My question: Are some of the readers of this question able to propose a more efficient computational approach (cellular automata, complex transformations ...), in the spirit of being understandable at graduate level (my purpose is to give this issue as a project for students at this level) ?
Matlab program :
clear all; close all; hold on; axis equal off;
X=7; % width of the horizontal "departure" line
n=14; % triangle sidelengths
nh=n*(n+1)/2; % total number of hexagons
E=1:X;E=E.*(E-1)/2+1; % list of numbers of departure hexagons (here 1,2,4, ... 22)
pro=0.5; % proportion of yellow hexagons
ex=round(nh/2); % max power for adjacency matrix
% construction of adjacency matrix V
for x=1:n;
p=x*(x-1)/2+1; % index of the k-th bottom hex (ex. x=5 -> p=11)
d=p+x;
for y=0:x-1
V(p+y,d+y)=1;V(p+y,d+y+1)=1; % EAST and NORTH-EAST neighbours
end;
for y=0:x-2;V(p+y,p+y+1)=1;end;% NORTH-WEST neighbours
end;
V=V(:,1:nh); % matrix "chopping" in order to get a square matrix
V=V+V'+eye(nh); % transposition used to create reciprocal links
% WEST neighbours, etc... (a cell has at most 6 neighbours)
% Adding identity matrix means that any hex. is its own neighbour
% 1) Graphical pa)art :
H=exp(i*pi/6)*exp(1i*(0:6)*pi/3); % model hexagon
t=['y','c']; % colors array
k=1;
plot(sqrt(3)/2+sqrt(3)*[0,X],[-1.5,-1.5],'r')
plot(sqrt(3)*[n+1,n+1+n*exp(2*i*pi/3)],'b');
for x=1:n
for y=0:x-1
C=sqrt(3)*(x+y*exp(2*i*pi/3)); % center
c=(rand>pro); % numbers 0 or 1 according to color BLUE/YELLOW
D=C+H;
fill(real(D),imag(D),t(c+1));
text(real(C),imag(C),num2str(k),'horizontalalignment','center');
dt(k)=c;
k=k+1;
end;
end;
D=diag(dt);
W=D*V*D; % lines and columns of yellow hexagons are set to 0
W=W^ex;
Q=sum(sum(W(E,(nh-n+1):nh)));
Rep='NO YES';z=(Q>0);text(3*n/2,n,Rep(1+3*z:3+3*z));
% 2) statistical part
ne=1000;% number of attempts
c=0;% number of successes (= number of cases where percolation takes place)
for k=1:ne
D=diag(rand(1,nh)>pro);
W=D*V*D; % see supra
W=W^ex; % big power
if sum(sum(W(E,(nh-n+1):nh)))>0;c=c+1;end
end;
pro=c/ne, % proportion of successes (should be closed to X/14)
% according to Cardy's formula
Bibliography :
https://www.ihes.fr/~duminil/publi/2013lecture_notes_percolation.pdf
https://www.ihes.fr/~duminil/teaching.html
http://hongler.org/lattice-models/triangular-lattice.pdf
https://www.researchgate.net/publication/225743589_Cardy's_Formula_for_some_Dependent_Percolation_Models
This is more extended comment than answer, but it may be sufficient. The pseudo code here suggests an application of a flood fill algorithm.
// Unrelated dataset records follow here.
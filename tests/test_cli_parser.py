"""The command line builds only the parser it needs: the invoked verb's, or every verb's for
help and for a word that is no verb."""

from __future__ import annotations

import subprocess
import sys

import pytest

from reviewer import cli
from reviewer.commands import VERBS


def test_a_verb_gets_only_its_own_parser() -> None:
    _, modules = cli._parser(["review", "build.toml", "--format", "json"])
    assert list(modules) == ["review"]
    _, modules = cli._parser(["--version"])
    assert list(modules) == list(VERBS)


def test_help_lists_every_verb(capsys: pytest.CaptureFixture[str]) -> None:
    with pytest.raises(SystemExit):
        cli.main(["--help"])
    shown = capsys.readouterr()
    for verb in VERBS:
        assert verb in shown.out + shown.err


def test_a_mistyped_verb_is_a_usage_error_naming_the_verbs() -> None:
    done = subprocess.run(
        [sys.executable, "-m", "reviewer", "revew", "a.toml"],
        capture_output=True,
        text=True,
        check=False,
    )
    assert done.returncode == 2
    assert "invalid choice: 'revew'" in done.stderr and "sweep" in done.stderr
    assert done.stderr.count("\n") == 1  # one line, no traceback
for each hexagon above the red line: if the hexagon is blue: color it green add it to a list of green hexagons for each hexagon in the list: for each adjacent hexagon: if it is blue: color it green add it to the list of green hexagons if any hexagon along the blue line is green, the goal has been reachedNotes: You do not need an $n\times n$ matrix. An $n\times 6$ matrix will do. Each entry $(i,j)$ gives the index of a hexagon adjacent to hexagon $i$. For hexagons with fewer than six neighbours, a value of $0$ will indicate no further neighbours.